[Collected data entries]
###
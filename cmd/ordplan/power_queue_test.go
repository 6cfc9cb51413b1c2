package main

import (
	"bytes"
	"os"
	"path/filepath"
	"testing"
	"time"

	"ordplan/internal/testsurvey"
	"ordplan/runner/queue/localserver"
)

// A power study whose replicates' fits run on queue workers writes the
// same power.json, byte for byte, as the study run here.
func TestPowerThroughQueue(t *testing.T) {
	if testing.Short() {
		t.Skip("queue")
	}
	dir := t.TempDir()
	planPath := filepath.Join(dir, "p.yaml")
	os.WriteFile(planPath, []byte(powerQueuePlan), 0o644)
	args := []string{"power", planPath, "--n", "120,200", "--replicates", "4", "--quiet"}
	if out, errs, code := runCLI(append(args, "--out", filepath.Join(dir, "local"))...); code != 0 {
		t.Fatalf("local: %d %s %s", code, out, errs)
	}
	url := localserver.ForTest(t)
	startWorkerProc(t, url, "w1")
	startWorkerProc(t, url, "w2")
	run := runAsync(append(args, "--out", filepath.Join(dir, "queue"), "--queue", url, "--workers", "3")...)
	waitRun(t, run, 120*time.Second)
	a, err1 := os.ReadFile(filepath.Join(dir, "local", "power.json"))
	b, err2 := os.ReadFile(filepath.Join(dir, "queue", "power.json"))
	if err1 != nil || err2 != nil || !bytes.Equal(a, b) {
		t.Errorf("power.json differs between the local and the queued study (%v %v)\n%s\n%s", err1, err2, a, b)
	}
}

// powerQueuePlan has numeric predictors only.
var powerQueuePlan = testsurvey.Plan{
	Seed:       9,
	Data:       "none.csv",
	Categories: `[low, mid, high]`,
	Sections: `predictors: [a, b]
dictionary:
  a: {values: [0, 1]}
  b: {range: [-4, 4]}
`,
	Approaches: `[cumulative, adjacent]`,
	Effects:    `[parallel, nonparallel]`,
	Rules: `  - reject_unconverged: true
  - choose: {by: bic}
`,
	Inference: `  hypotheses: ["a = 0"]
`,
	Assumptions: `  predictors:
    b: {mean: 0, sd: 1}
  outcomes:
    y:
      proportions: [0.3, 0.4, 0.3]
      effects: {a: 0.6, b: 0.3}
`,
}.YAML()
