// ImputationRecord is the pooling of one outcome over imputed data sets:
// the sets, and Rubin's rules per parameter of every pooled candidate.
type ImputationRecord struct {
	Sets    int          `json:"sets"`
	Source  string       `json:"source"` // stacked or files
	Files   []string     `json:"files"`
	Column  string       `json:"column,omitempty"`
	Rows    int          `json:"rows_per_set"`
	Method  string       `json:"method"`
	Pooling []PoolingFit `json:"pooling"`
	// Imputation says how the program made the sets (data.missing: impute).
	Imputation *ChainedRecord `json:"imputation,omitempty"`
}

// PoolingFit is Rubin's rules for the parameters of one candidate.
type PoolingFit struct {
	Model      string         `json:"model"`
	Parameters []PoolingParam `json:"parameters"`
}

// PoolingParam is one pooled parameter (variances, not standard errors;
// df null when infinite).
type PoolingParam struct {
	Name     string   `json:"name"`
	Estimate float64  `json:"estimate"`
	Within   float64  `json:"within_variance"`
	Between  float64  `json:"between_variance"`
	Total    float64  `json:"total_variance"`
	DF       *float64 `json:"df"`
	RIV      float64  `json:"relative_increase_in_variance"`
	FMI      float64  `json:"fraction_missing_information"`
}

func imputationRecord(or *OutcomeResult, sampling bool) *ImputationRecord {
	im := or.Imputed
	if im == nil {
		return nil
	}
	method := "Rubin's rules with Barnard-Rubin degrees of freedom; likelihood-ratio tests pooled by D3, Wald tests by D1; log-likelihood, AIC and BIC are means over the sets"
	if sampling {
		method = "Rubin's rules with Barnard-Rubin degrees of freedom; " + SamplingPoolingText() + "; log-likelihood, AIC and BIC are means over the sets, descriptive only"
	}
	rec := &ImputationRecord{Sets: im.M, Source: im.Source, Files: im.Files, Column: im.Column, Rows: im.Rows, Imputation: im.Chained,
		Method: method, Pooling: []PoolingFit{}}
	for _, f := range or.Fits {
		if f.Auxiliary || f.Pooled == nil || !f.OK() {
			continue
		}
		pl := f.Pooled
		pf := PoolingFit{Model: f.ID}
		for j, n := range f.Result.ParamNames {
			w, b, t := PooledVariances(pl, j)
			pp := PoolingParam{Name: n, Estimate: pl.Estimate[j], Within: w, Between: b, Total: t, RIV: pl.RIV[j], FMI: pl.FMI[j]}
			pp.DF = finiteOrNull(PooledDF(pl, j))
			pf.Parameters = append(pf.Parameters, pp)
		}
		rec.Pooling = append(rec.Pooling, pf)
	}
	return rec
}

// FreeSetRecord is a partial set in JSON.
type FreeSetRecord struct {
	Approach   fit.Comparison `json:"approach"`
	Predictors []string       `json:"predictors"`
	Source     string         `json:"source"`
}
###
▶ WORK ITEM: Each entry above needs to be retyped exactly.

▶ RESPONSE AREA:
filename cmd/ordplan/power_queue_test.go
repository 6cfc9cb51413b1c2
package main

import (
	"bytes"
	"os"
	"path/filepath"
	"testing"
	"time"

	"ordplan/internal/testsurvey"
	"ordplan/runner/queue/localserver"
)

// A power study whose replicates' fits run on queue workers writes the
// same power.json, byte for byte, as the study run here.
func TestPowerThroughQueue(t *testing.T) {
	if testing.Short() {
		t.Skip("queue")
	}
	dir := t.TempDir()
	planPath := filepath.Join(dir, "p.yaml")
	os.WriteFile(planPath, []byte(powerQueuePlan), 0o644)
	args := []string{"power", planPath, "--n", "120,200", "--replicates", "4", "--quiet"}
	if out, errs, code := runCLI(append(args, "--out", filepath.Join(dir, "local"))...); code != 0 {
		t.Fatalf("local: %d %s %s", code, out, errs)
	}
	url := localserver.ForTest(t)
	startWorkerProc(t, url, "w1")
	startWorkerProc(t, url, "w2")
	run := runAsync(append(args, "--out", filepath.Join(dir, "queue"), "--queue", url, "--workers", "3")...)
	waitRun(t, run, 120*time.Second)
	a, err1 := os.ReadFile(filepath.Join(dir, "local", "power.json"))
	b, err2 := os.ReadFile(filepath.Join(dir, "queue", "power.json"))
	if err1 != nil || err2 != nil || !bytes.Equal(a, b) {
		t.Errorf("power.json differs between the local and the queued study (%v %v)\n%s\n%s", err1, err2, a, b)
	}
}

// powerQueuePlan has numeric predictors only.
var powerQueuePlan = testsurvey.Plan{
	Seed:       9,
	Data:       "none.csv",
	Categories: `[low, mid, high]`,
	Sections: `predictors: [a, b]
dictionary:
  a: {values: [0, 1]}
  b: {range: [-4, 4]}
`,
	Approaches: `[cumulative, adjacent]`,
	Effects:    `[parallel, nonparallel]`,
	Rules: `  - reject_unconverged: true
  - choose: {by: bic}
`,
	Inference: `  hypotheses: ["a = 0"]
`,
	Assumptions: `  predictors:
    b: {mean: 0, sd: 1}
  outcomes:
    y:
      proportions: [0.3, 0.4, 0.3]
      effects: {a: 0.6, b: 0.3}
`,
}.YAML()
// ImputationRecord is the pooling of one outcome over imputed data sets:
// the sets, and Rubin's rules per parameter of every pooled candidate.
type ImputationRecord struct {
	Sets    int          `json:"sets"`
	Source  string       `json:"source"` // stacked or files
	Files   []string     `json:"files"`
	Column  string       `json:"column,omitempty"`
	Rows    int          `json:"rows_per_set"`
	Method  string       `json:"method"`
	Pooling []PoolingFit `json:"pooling"`
	// Imputation says how the program made the sets (data.missing: impute).
	Imputation *ChainedRecord `json:"imputation,omitempty"`
}

// PoolingFit is Rubin's rules for the parameters of one candidate.
type PoolingFit struct {
	Model      string         `json:"model"`
	Parameters []PoolingParam `json:"parameters"`
}

// PoolingParam is one pooled parameter (variances, not standard errors;
// df null when infinite).
type PoolingParam struct {
	Name     string   `json:"name"`
	Estimate float64  `json:"estimate"`
	Within   float64  `json:"within_variance"`
	Between  float64  `json:"between_variance"`
	Total    float64  `json:"total_variance"`
	DF       *float64 `json:"df"`
	RIV      float64  `json:"relative_increase_in_variance"`
	FMI      float64  `json:"fraction_missing_information"`
}

func imputationRecord(or *OutcomeResult, sampling bool) *ImputationRecord {
	im := or.Imputed
	if im == nil {
		return nil
	}
	method := "Rubin's rules with Barnard-Rubin degrees of freedom; likelihood-ratio tests pooled by D3, Wald tests by D1; log-likelihood, AIC and BIC are means over the sets"
	if sampling {
		method = "Rubin's rules with Barnard-Rubin degrees of freedom; " + SamplingPoolingText() + "; log-likelihood, AIC and BIC are means over the sets, descriptive only"
	}
	rec := &ImputationRecord{Sets: im.M, Source: im.Source, Files: im.Files, Column: im.Column, Rows: im.Rows, Imputation: im.Chained,
		Method: method, Pooling: []PoolingFit{}}
	for _, f := range or.Fits {
		if f.Auxiliary || f.Pooled == nil || !f.OK() {
			continue
		}
		pl := f.Pooled
		pf := PoolingFit{Model: f.ID}
		for j, n := range f.Result.ParamNames {
			w, b, t := PooledVariances(pl, j)
			pp := PoolingParam{Name: n, Estimate: pl.Estimate[j], Within: w, Between: b, Total: t, RIV: pl.RIV[j], FMI: pl.FMI[j]}
			pp.DF = finiteOrNull(PooledDF(pl, j))
			pf.Parameters = append(pf.Parameters, pp)
		}
		rec.Pooling = append(rec.Pooling, pf)
	}
	return rec
}

// FreeSetRecord is a partial set in JSON.
type FreeSetRecord struct {
	Approach   fit.Comparison `json:"approach"`
	Predictors []string       `json:"predictors"`
	Source     string         `json:"source"`
}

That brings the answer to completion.